I've said it before & I'll say it again…"it" (sorry, couldn't resist) I've used HF stuff often & have *not* been disappointed. If you're a "high end" tool guy (person) you'll find a way to "dis" their stuff, & if you run a production shop, they might not hold up as long, but for average use in a hobbyist shop, or if you're on a budget, HF tools can be just the ticket.


----------



## gardentiger (Apr 7, 2010)

went to the website to purchase. registered, and now cannot login. someone in China must have to check it first.


----------



## b2rtch (Jan 20, 2010)

gardentiger order by phone,it is easier


----------



## ZeroThreeQuarter (Jan 11, 2010)

nice quick review..

HF has turned into a legitimate source for small tools like this. I know I get my clamps there, can't beat the price, and it does just as it's supposed to do: clamp! I can't justify spending 2 or 3 times the price just to clamp down wood. As for their power tools, i'll keep using craigslist to buy from people that are selling off quality tools at discount prices. (this economy doesn't hurt either, people tend to try and empty out their garages of their old stuff, got a near-new jointer for $200 and a borderline new dewalt planer for just$300!)


----------



## GregD (Oct 24, 2009)

Unfortunately they don't fit the HF 60" Solid Oak Workbench which has 5/8" holes in the top (which is not nearly as thick as its edging).

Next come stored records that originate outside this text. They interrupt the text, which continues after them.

"""The maximum of a period from threshold exceedances.

Exceedances come as a Poisson process of rate lambda per year with generalised Pareto excesses. For x above the
threshold u the maximum of n years has

    F(x) = exp(-lambda n (1 + shape (x - u)/scale)**(-1/shape)),

a generalised extreme value distribution, exactly. Below the threshold the record says only that the maximum lies
there with probability exp(-lambda n).
"""

from __future__ import annotations

import math
from dataclasses import dataclass

import numpy as np
from numpy.typing import ArrayLike, NDArray
from scipy import special

from calibrate.actions.periods import in_years
from calibrate.distributions import Distribution, distribution
from calibrate.errors import Doubt, InputError, Problem

Array = NDArray[np.float64]

SELDOM = 0.05
"""Probability of a period without exceedance from which a doubt is recorded."""


@dataclass(frozen=True, slots=True, eq=False)
class PeriodMaximum:
    """The distribution of the maximum of a period.

    Attributes
    ----------
    distribution : Distribution
        `gev`, or `gumbel` for shape 0. Exact above the threshold; below it the lower tail is that of the family, which
        the record does not know.
    threshold : float
    expected : float
        Exceedances of the threshold in the period, on average.
    years : float
        The period.
    doubts : tuple of Doubt
    """

    distribution: Distribution
    threshold: float
    expected: float
    years: float
    doubts: tuple[Doubt, ...]

    @property
    def mass_below(self) -> float:
        """Probability that nothing exceeds the threshold, which is F(threshold)."""
        return math.exp(-self.expected)

    def conditional_cdf(self, x: ArrayLike) -> Array:
        """Return F(x) given that the threshold is exceeded at least once; 0 up to the threshold."""
        above = self.distribution.cdf(x) - self.mass_below
        return np.asarray(np.maximum(above, 0.0) / -math.expm1(-self.expected))

    def conditional_ppf(self, p: ArrayLike) -> Array:
        """Return the quantile given that the threshold is exceeded at least once."""
        exceeded = -math.expm1(-self.expected)
        return self.distribution.isf(exceeded * (1.0 - np.asarray(p, dtype=np.float64)))


def annual_maximum(
    rate: float, threshold: float, scale: float, shape: float, years: float = 1.0
) -> PeriodMaximum:
    """Return the distribution of the maximum of a year, or of any number of years.

    Parameters
    ----------
    rate : float
        Exceedances (independent events) per year.
    threshold, scale, shape : float
        Of the generalised Pareto excesses; a positive shape is a heavy tail.
    years : float
        Length of the period.

    Returns
    -------
    PeriodMaximum
        Location ``threshold + scale ((rate years)**shape - 1)/shape``, scale ``scale (rate years)**shape``, the same
        shape.

    Raises
    ------
    InputError
        A rate, scale or period that is not positive, or a number that is not finite.

    References
    ----------
    S. Coles, An Introduction to Statistical Modeling of Extreme Values, Springer 2001, sections 4.2.1 and 7.3
    (from memory).
    """
    given = {"rate": rate, "threshold": threshold, "scale": scale, "shape": shape, "years": years}
    positive = ("rate", "scale", "years")
    problems = [
        Problem(f"The {name} must be a {'positive' if name in positive else 'finite'} number; got {value!r}.")
        for name, value in given.items()
        if not (math.isfinite(value) and (name not in positive or value > 0.0))
    ]
    if problems:
        raise InputError(problems)
    log_m = math.log(rate) + math.log(years)
    location = threshold + scale * log_m * float(special.exprel(shape * log_m))
    if shape == 0.0:
        law = distribution("gumbel", location=location, scale=scale)
    else:
        law = distribution("gev", location=location, scale=scale * math.exp(shape * log_m), shape=shape)
    mass = math.exp(-rate * years)
    doubts = []
    if mass > SELDOM:
        message = (
            f"With {rate:.3g} exceedances a year the maximum of {in_years(years)} stays below the threshold "
            f"{threshold:.6g} with probability {mass:.2g}; what the distribution says of such values is not from the "
            "record. A lower threshold would tell more."
        )
        doubts.append(Doubt("seldom-exceeded", message, "excesses"))
    return PeriodMaximum(law, float(threshold), rate * years, float(years), tuple(doubts))
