import { type NextReading } from '@engine/diagnosis-types';
import { type AsFound, type Netlist } from '@engine/netlist/types';
import { type Place } from '@/lib/bench/places';

export interface ReadingsPanelProps {
  caseId: string;
  netlist: Netlist;
  /** Parts added as found get rows too. */
  asFound?: AsFound[];
  /** Suggested readings, best first; the first one is pointed out at the top. */
  nextReadings?: NextReading[];
  /** True once this person has acknowledged the cautions on this case. */
  isCautionAcknowledged: boolean;
  /** Called when a powered reading is wanted before the cautions were acknowledged. */
  onNeedCautions: () => void;
  /** False shows the readings without letting anybody type (a closed case). */
  canRecord?: boolean;
  /** Place to jump to, for "Enter this reading" elsewhere; a new object jumps again. */
  goTo?: Place;
}

/** The grid of a case's readings. */
export function ReadingsPanel(_props: ReadingsPanelProps) {
  return null;
}
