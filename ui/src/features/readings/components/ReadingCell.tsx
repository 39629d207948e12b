import { makeStyles, mergeClasses, tokens } from '@fluentui/react-components';
import { type ClipboardEvent, type KeyboardEvent, useId } from 'react';
import { type Labels, labelForReading, type Place, placeKey } from '@/lib/bench/places';
import { takenInWords } from '@/lib/bench/quantities';
import { type GridMove } from '../grid/grid-moves';
import { type CellEntry } from '../hooks/useReadingEntry';

interface ReadingCellProps {
  place: Place;
  netlist: Labels;
  entry: CellEntry;
  isReadOnly: boolean;
  /** True for the one cell of the grid that Tab reaches. */
  isTabStop: boolean;
  /** True for the reading suggested next. */
  isNext: boolean;
  onType: (text: string) => void;
  /** Enters what was typed; false when it was not taken. */
  onEnter: () => boolean;
  onRevert: () => void;
  onMove: (move: GridMove) => void;
  onFocus: () => void;
  /** Takes a pasted text; true when it was a block and has been dealt with. */
  onPasteText: (text: string) => boolean;
}

const useStyles = makeStyles({
  root: { position: 'relative' },
  input: {
    boxSizing: 'border-box',
    width: '100%',
    minWidth: '92px',
    height: '34px',
    padding: `0 ${tokens.spacingHorizontalS}`,
    border: `1px solid ${tokens.colorNeutralStroke2}`,
    borderRadius: tokens.borderRadiusMedium,
    backgroundColor: 'transparent',
    color: tokens.colorNeutralForeground1,
    fontFamily: 'inherit',
    fontSize: tokens.fontSizeBase300,
    fontVariantNumeric: 'tabular-nums',
    textAlign: 'right',
    ':hover': { backgroundColor: tokens.colorNeutralBackground1Hover },
    ':focus': {
      outline: `2px solid ${tokens.colorStrokeFocus2}`,
      outlineOffset: '-1px',
      backgroundColor: tokens.colorNeutralBackground1,
    },
    '@media (pointer: coarse)': { height: '44px' },
  },
  next: {
    border: `2px dashed ${tokens.colorBrandStroke1}`,
    backgroundColor: tokens.colorBrandBackground2,
  },
  pending: { fontStyle: 'italic' },
  wrong: { border: `2px solid ${tokens.colorStatusDangerBorder2}` },
  readOnly: { border: '1px solid transparent', cursor: 'default' },
  error: {
    margin: 0,
    padding: `${tokens.spacingVerticalXXS} ${tokens.spacingHorizontalXXS}`,
    maxWidth: '220px',
    fontSize: tokens.fontSizeBase200,
    lineHeight: tokens.lineHeightBase200,
    color: tokens.colorStatusDangerForeground1,
    textAlign: 'left',
    whiteSpace: 'normal',
  },
});

const MOVES: Partial<Record<string, GridMove>> = {
  ArrowUp: 'up',
  ArrowDown: 'down',
  Enter: 'next',
};

/** One value of the grid: typed as on the meter, entered with Enter or by leaving. */
export function ReadingCell(props: ReadingCellProps) {
  const { place, entry, isReadOnly, onMove } = props;
  const styles = useStyles();
  const errorId = useId();
  const saved = entry.value === undefined ? '' : takenInWords(entry.value, place.take);
  const text = entry.draft ?? saved;

  const handleKeyDown = (event: KeyboardEvent<HTMLInputElement>) => {
    const { selectionStart, selectionEnd, value } = event.currentTarget;
    const isWhole = selectionStart === 0 && selectionEnd === value.length;
    const move =
      MOVES[event.key] ??
      (event.key === 'ArrowLeft' && (isWhole || selectionEnd === 0) ? 'left' : undefined) ??
      (event.key === 'ArrowRight' && (isWhole || selectionStart === value.length)
        ? 'right'
        : undefined);
    if (event.key === 'Escape') {
      if (entry.draft !== undefined || entry.error) event.stopPropagation();
      props.onRevert();
      const field = event.currentTarget;
      requestAnimationFrame(() => field.select());
    } else if (move) {
      event.preventDefault();
      if (props.onEnter() || event.key !== 'Enter') onMove(move);
    }
  };
  const handlePaste = (event: ClipboardEvent<HTMLInputElement>) => {
    if (!isReadOnly && props.onPasteText(event.clipboardData.getData('text'))) {
      event.preventDefault();
    }
  };

  return (
    <div className={styles.root}>
      <input
        className={mergeClasses(
          styles.input,
          entry.isPending && styles.pending,
          isReadOnly && styles.readOnly,
          props.isNext && styles.next,
          !!entry.error && styles.wrong,
        )}
        data-place={placeKey(place)}
        aria-label={labelForReading(props.netlist, place)}
        aria-invalid={!!entry.error}
        aria-describedby={entry.error ? errorId : undefined}
        inputMode="decimal"
        autoComplete="off"
        spellCheck={false}
        enterKeyHint="next"
        tabIndex={props.isTabStop ? 0 : -1}
        readOnly={isReadOnly}
        value={text}
        placeholder={isReadOnly ? '' : undefined}
        onChange={(event) => props.onType(event.target.value)}
        onKeyDown={handleKeyDown}
        onPaste={handlePaste}
        onFocus={(event) => {
          event.target.select();
          props.onFocus();
        }}
        onBlur={() => entry.draft !== undefined && props.onEnter()}
      />
      {entry.error && (
        <p id={errorId} role="alert" className={styles.error}>
          {entry.error}
        </p>
      )}
    </div>
  );
}
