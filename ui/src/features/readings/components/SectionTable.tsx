import { type Netlist } from '@engine/netlist/types';
import { mergeClasses } from '@fluentui/react-components';
import { HistoryRegular } from '@fluentui/react-icons';
import { useState } from 'react';
import { type Place, placeKey } from '@/lib/bench/places';
import { TAKE_WORDS } from '@/lib/bench/takes';
import { type GridRow, type GridSection } from '../grid/grid-model';
import { type GridSpot, moveInGrid } from '../grid/grid-moves';
import { type ReadingEntry } from '../hooks/useReadingEntry';
import { ReadingCell } from './ReadingCell';
import { RowHistory } from './RowHistory';
import { useSectionTableStyles } from './SectionTable.styles';
import { SeenMenu } from './SeenMenu';

interface SectionTableProps {
  caseId: string;
  netlist: Netlist;
  section: GridSection;
  entry: ReadingEntry;
  isReadOnly: boolean;
  /** Place of the reading suggested next. */
  next?: Place;
  /** Takes a pasted text at a cell; true when it was a block. */
  onPasteText: (section: GridSection, spot: GridSpot, text: string) => boolean;
  onFocusPlace: (place: Place) => void;
}

/** Readings in one state of the set: a grid in which arrows and Enter move. */
export function SectionTable(props: SectionTableProps) {
  const { section, netlist, entry, isReadOnly, next } = props;
  const styles = useSectionTableStyles();
  const [stop, setStop] = useState<GridSpot>(() => firstCell(section));
  const [asked, setAsked] = useState<{ row: GridRow; target: HTMLElement }>();
  const nextKey = next && placeKey(next);

  const move = (from: GridSpot, element: HTMLElement, way: Parameters<typeof moveInGrid>[2]) => {
    const spot = moveInGrid(section, from, way);
    if (!spot) return;
    const selector = `[data-row="${spot.row}"][data-column="${spot.column}"] [data-place]`;
    element.closest('table')?.querySelector<HTMLElement>(selector)?.focus();
  };

  return (
    <div className={styles.scroll}>
      <table
        role="grid"
        className={styles.table}
        aria-label={`Readings, ${section.title.toLowerCase()}`}
      >
        <thead>
          <tr>
            <th scope="col" className={mergeClasses(styles.head, styles.place)}>
              Place
            </th>
            {section.columns.map((take) => (
              <th
                key={take}
                scope="col"
                className={mergeClasses(styles.head, take === 'sign' && styles.look)}
              >
                {TAKE_WORDS[take].title}
              </th>
            ))}
            <th scope="col" className={mergeClasses(styles.head, styles.historyColumn)}>
              <span className={styles.hidden}>History</span>
            </th>
          </tr>
        </thead>
        <tbody>
          {section.rows.map((row, rowIndex) => (
            <tr
              key={row.id}
              className={mergeClasses(
                styles.row,
                rowIndex > 0 && section.rows[rowIndex - 1].kind !== row.kind && styles.firstOfKind,
              )}
            >
              <th scope="row" className={styles.place}>
                <span className={styles.label}>{row.label}</span>
                <span className={styles.detail}>{row.detail}</span>
              </th>
              {section.columns.map((take, column) => {
                const place = row.cells[take];
                if (!place) return <td key={take} className={styles.blank} />;
                const spot = { row: rowIndex, column };
                const common = {
                  place,
                  netlist,
                  entry: entry.entryOf(place),
                  isReadOnly,
                  isTabStop: stop.row === rowIndex && stop.column === column,
                  isNext: placeKey(place) === nextKey,
                  onFocus: () => {
                    setStop(spot);
                    props.onFocusPlace(place);
                  },
                };
                const onMove = (way: Parameters<typeof moveInGrid>[2]) =>
                  move(spot, document.activeElement as HTMLElement, way);
                return (
                  <td key={take} className={styles.cell} data-row={rowIndex} data-column={column}>
                    {take === 'sign' ? (
                      <SeenMenu
                        {...common}
                        isPowered={section.id === 'powered'}
                        onSee={(seen) => entry.see(place, seen)}
                        onMove={onMove}
                      />
                    ) : (
                      <ReadingCell
                        {...common}
                        onType={(text) => entry.type(place, text)}
                        onEnter={() => entry.enter(place)}
                        onRevert={() => entry.revert(place)}
                        onMove={onMove}
                        onPasteText={(text) => props.onPasteText(section, spot, text)}
                      />
                    )}
                  </td>
                );
              })}
              <td className={styles.historyColumn}>
                <button
                  type="button"
                  className={styles.history}
                  aria-label={`History of ${row.label}`}
                  aria-haspopup="dialog"
                  tabIndex={stop.row === rowIndex ? 0 : -1}
                  onClick={(event) => setAsked({ row, target: event.currentTarget })}
                >
                  <HistoryRegular fontSize={18} />
                </button>
              </td>
            </tr>
          ))}
        </tbody>
      </table>
      {asked && (
        <RowHistory
          caseId={props.caseId}
          netlist={netlist}
          {...asked}
          onClose={() => setAsked(undefined)}
        />
      )}
    </div>
  );
}

function firstCell(section: GridSection): GridSpot {
  return moveInGrid(section, { row: 0, column: -1 }, 'first') ?? { row: 0, column: 0 };
}
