import { type Netlist, type Take, TAKES } from '@engine/netlist/types';
import { Button, Field, makeStyles, Select, tokens } from '@fluentui/react-components';
import { useState } from 'react';
import { labelForNode, type Place } from '@/lib/bench/places';
import { TAKE_WORDS } from '@/lib/bench/takes';

interface AddLeadsProps {
  netlist: Netlist;
  onAdd: (place: Place) => void;
}

const useStyles = makeStyles({
  root: {
    display: 'flex',
    flexWrap: 'wrap',
    alignItems: 'flex-end',
    gap: tokens.spacingHorizontalM,
    margin: 0,
    padding: tokens.spacingHorizontalL,
    borderRadius: tokens.borderRadiusLarge,
    border: `1px solid ${tokens.colorNeutralStroke2}`,
    backgroundColor: tokens.colorNeutralBackground1,
    '@media (max-width: 640px)': { padding: tokens.spacingHorizontalM },
  },
  field: { flexBasis: '150px', flexGrow: 1, maxWidth: '240px' },
  button: { '@media (pointer: coarse)': { minHeight: '44px' } },
});

const LEAD_TAKES = TAKES.filter((take) => !['amps', 'lifted-ohms', 'sign'].includes(take));

/** Adds a row for a reading between any two nodes. */
export function AddLeads({ netlist, onAdd }: AddLeadsProps) {
  const styles = useStyles();
  const nodes = [...new Set(netlist.parts.flatMap((part) => part.between))];
  const [take, setTake] = useState<Take>('ohms');
  const [red, setRed] = useState('');
  const [black, setBlack] = useState('');
  const [error, setError] = useState<string>();

  const add = () => {
    if (!red || !black || red === black) {
      setError('Choose two different places for the leads.');
      return;
    }
    setError(undefined);
    onAdd({ take, at: [red, black] });
  };
  const lead = (label: string, value: string, onChange: (node: string) => void) => (
    <Field label={label} size="small" className={styles.field}>
      <Select size="small" value={value} onChange={(_event, data) => onChange(data.value)}>
        <option value="">Choose a place</option>
        {nodes.map((node) => (
          <option key={node} value={node}>
            {labelForNode(netlist, node)}
          </option>
        ))}
      </Select>
    </Field>
  );

  return (
    <form
      className={styles.root}
      aria-label="Another reading"
      onSubmit={(event) => {
        event.preventDefault();
        add();
      }}
    >
      <Field
        label="Another reading"
        size="small"
        className={styles.field}
        validationMessage={error}
        validationState={error ? 'error' : 'none'}
      >
        <Select size="small" value={take} onChange={(_event, data) => setTake(data.value as Take)}>
          {LEAD_TAKES.map((one) => (
            <option key={one} value={one}>
              {TAKE_WORDS[one].title}
            </option>
          ))}
        </Select>
      </Field>
      {lead('Red lead', red, setRed)}
      {lead('Black lead', black, setBlack)}
      <Button type="submit" size="small" className={styles.button}>
        Add a row
      </Button>
    </form>
  );
}
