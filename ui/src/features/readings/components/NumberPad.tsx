import { Button, makeStyles, mergeClasses, tokens } from '@fluentui/react-components';
import { BackspaceRegular } from '@fluentui/react-icons';
import { type Take } from '@engine/netlist/types';
import { TAKE_WORDS } from '@/lib/bench/takes';

interface NumberPadProps {
  take: Take;
  text: string;
  onText: (text: string) => void;
  onEnter: () => void;
}

const useStyles = makeStyles({
  root: {
    display: 'grid',
    gridTemplateColumns: 'repeat(4, 1fr)',
    gap: tokens.spacingHorizontalS,
  },
  key: {
    minWidth: 0,
    maxWidth: 'none',
    minHeight: '48px',
    fontSize: tokens.fontSizeBase500,
    fontVariantNumeric: 'tabular-nums',
  },
  side: { fontSize: tokens.fontSizeBase400 },
  enter: { gridColumnEnd: 'span 4', minHeight: '52px' },
});

const DIGITS = ['7', '8', '9', '4', '5', '6', '1', '2', '3'];

/** Keys beside the digits: the factors that a meter shows for this kind of reading. */
function sideKeys(take: Take): string[] {
  const { unit } = TAKE_WORDS[take];
  if (unit === 'Ω') return ['k', 'M', 'OL'];
  if (unit === 'A') return ['m', 'µ', '−'];
  return take === 'dc-volts' ? ['−', 'm', 'k'] : ['m', 'k'];
}

/**
 * Changes a value as a key of the pad does.
 *
 * @param text what stands there.
 * @param key digit, `.`, a factor, `−` or `OL`.
 * @returns the new text; a factor replaces another, `OL` replaces all, `−` turns the sign.
 */
export function pressKey(text: string, key: string): string {
  if (key === 'OL') return 'OL';
  const number = text === 'OL' ? '' : text.replace(/[^\d.,\-−]/g, '');
  if (key === '−') return number.startsWith('-') ? number.slice(1) : `-${number}`;
  if (/^[kMmµ]$/.test(key)) return number === '' ? '' : `${number}${key}`;
  if (key === '.' && number.includes('.')) return text;
  const factor = /[kMmµ]$/.exec(text)?.[0];
  // Digits after a factor start a new value: 4.7k is done.
  return factor ? key : `${number}${key}`;
}

/** Large keys for one value, for a thumb while the other hand holds a lead. */
export function NumberPad({ take, text, onText, onEnter }: NumberPadProps) {
  const styles = useStyles();
  const sides = sideKeys(take);
  const key = (label: string, isSide = false) => (
    <Button
      key={label}
      className={mergeClasses(styles.key, isSide && styles.side)}
      onClick={() => onText(pressKey(text, label))}
    >
      {label}
    </Button>
  );
  const rows = [0, 1, 2].map((row) => [
    ...DIGITS.slice(row * 3, row * 3 + 3).map((digit) => key(digit)),
    sides[row] ? key(sides[row], true) : <span key={`blank ${row}`} />,
  ]);
  return (
    <div className={styles.root} role="group" aria-label="Number pad">
      {rows}
      {key('.')}
      {key('0')}
      <Button
        className={styles.key}
        icon={<BackspaceRegular />}
        aria-label="Delete the last digit"
        onClick={() => onText(text === 'OL' ? '' : text.slice(0, -1))}
      />
      <Button className={mergeClasses(styles.key, styles.side)} onClick={() => onText('')}>
        Clear
      </Button>
      <Button
        appearance="primary"
        className={mergeClasses(styles.key, styles.enter)}
        onClick={onEnter}
      >
        Enter
      </Button>
    </div>
  );
}
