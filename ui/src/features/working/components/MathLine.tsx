import { makeStyles, tokens } from '@fluentui/react-components';
import { useMemo } from 'react';
import { toMathTree } from '../words/math-tree';
import { MathTree } from './MathTree';

const useStyles = makeStyles({
  root: {
    padding: `${tokens.spacingVerticalS} 0`,
    overflowX: 'auto',
    overflowY: 'hidden',
    fontSize: tokens.fontSizeBase400,
  },
  text: {
    fontFamily: tokens.fontFamilyMonospace,
    whiteSpace: 'pre-wrap',
    overflowWrap: 'anywhere',
  },
});

/** An equation in MathML where it can be read so, else as text. */
export function MathLine({ text }: { text: string }) {
  const styles = useStyles();
  const tree = useMemo(() => toMathTree(text), [text]);
  if (!tree) return <code className={styles.text}>{text}</code>;
  return (
    <div className={styles.root}>
      <math displaystyle="true" aria-label={text}>
        <MathTree tree={tree} />
      </math>
    </div>
  );
}
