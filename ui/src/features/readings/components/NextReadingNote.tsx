import { type NextReading } from '@engine/diagnosis-types';
import { type Netlist } from '@engine/netlist/types';
import { Button, makeStyles, Text, tokens } from '@fluentui/react-components';
import { ArrowRightRegular } from '@fluentui/react-icons';
import { nextInWords, whyInWords } from '@/lib/bench/next-words';

interface NextReadingNoteProps {
  netlist: Netlist;
  next: NextReading;
  onGo: () => void;
}

const useStyles = makeStyles({
  root: {
    display: 'flex',
    flexWrap: 'wrap',
    alignItems: 'center',
    columnGap: tokens.spacingHorizontalM,
    rowGap: tokens.spacingVerticalXS,
    padding: `${tokens.spacingVerticalS} ${tokens.spacingHorizontalM}`,
    borderLeft: `4px solid ${tokens.colorBrandStroke1}`,
    borderRadius: tokens.borderRadiusMedium,
    backgroundColor: tokens.colorNeutralBackground2,
  },
  words: { flexGrow: 1, flexBasis: '220px' },
  why: { display: 'block', color: tokens.colorNeutralForeground2 },
  button: { '@media (pointer: coarse)': { minHeight: '44px' } },
});

/** Points out the reading that would settle most for its time. */
export function NextReadingNote({ netlist, next, onGo }: NextReadingNoteProps) {
  const styles = useStyles();
  return (
    <div className={styles.root} role="note" aria-label="Next reading">
      <div className={styles.words}>
        <Text weight="semibold">Next: {nextInWords(netlist, next)}</Text>
        <Text size={200} className={styles.why}>
          {whyInWords(next)}
        </Text>
      </div>
      <Button
        className={styles.button}
        icon={<ArrowRightRegular />}
        iconPosition="after"
        onClick={onGo}
      >
        Enter it
      </Button>
    </div>
  );
}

Your pics are *much* better than the ones on their website!


----------



## b2rtch (Jan 20, 2010)

Thank you Greg.
You could enlarge the hole sin the bench ( I have the same one that I used before I built a new one) but I do not think that the top would be thick enough for the hold downs


----------



## dbhost (Jul 20, 2009)

I keep seeing this review, and for some reason, every time I look at the title, and knowing that this is for holdfasts that are supposed to be driven into place with a hammer, I get a chuckle… Am I the only one?


----------



## b2rtch (Jan 20, 2010)

dbhost, I don't get it. What do I miss?


----------



## ChrisG (Feb 4, 2010)

Think he is saying that it's funny that the title is "Can't Beat Them!!!", given that they are made to be "beaten" with a hammer. Took me a minute to catch the irony as well.


----------



## b2rtch (Jan 20, 2010)

Sorry for being that slow!


----------



## dbhost (Jul 20, 2009)

Sorry, my mind works in weird ways sometimes…


----------



## velo_tom (Feb 21, 2010)

Thanks for the review but I'm feelin pretty bad. I just paid, I don't wanna say how much, at another place and thought I was doing good because I was well below the well known name brands. You got me beat by a long shot and I see a trip to HF tomorrow to pick up a couple spares at a unbelievable price. Can't thank you enough for the info.


----------



## jerryo (Apr 15, 2010)

Thanks Bert. I'm ordering mine tomorrow


----------



## velo_tom (Feb 21, 2010)

Thanks for the HF link b2rtch. Local HF did not have the hold downs so I've ordered some on line. I love this site (Lumberjocks). Lost count of how many times I get excellent leads like this. Thanks again for the post.


----------



## b2rtch (Jan 20, 2010)

You all are welcome.


----------



## b2rtch (Jan 20, 2010)

Update:
I broke one of the hold down last night


----------



## swirt (Apr 6, 2010)

Broke it by using it normally, or broke it by dropping it on concrete?


----------



## b2rtch (Jan 20, 2010)

using it normally.
These made of cast iron , like all other ones you can buy.
The old ones , like the one I have in France, are forged steel.
Cast iron will always break. 
I ma thinking about forging one or two myself.
Bert


----------



## swirt (Apr 6, 2010)

So does this change your review or are you willing to risk breaking 5 or 6 instead of putting the same money into a different brand?


----------



## b2rtch (Jan 20, 2010)

For anyone interested, I found this page with this idea which I think is excellent:

http://www.woodworkingtips.com/etips/etip090100ws.html

Bert


----------



## b2rtch (Jan 20, 2010)

That certainly change my review.
I shall not buy cast iron ones anymore as I said above ,what ever the brand they have the same issue.
I am now looking at these ones, as they are forged steel and they will not break:

http://www.toolsforworkingwood.com/indextool.mvc?prodid=MS-HOLDFAST.XX

Bert


----------



## velo_tom (Feb 21, 2010)

I bought two holdfasts from the following link for $32. The $32 is what I paid for the two of them together, they are $18 each if sold single. They appear to be made from spring steel. They go into detail at this site about the problem with cast iron holdfasts and how they had to find someone to supply them with something better.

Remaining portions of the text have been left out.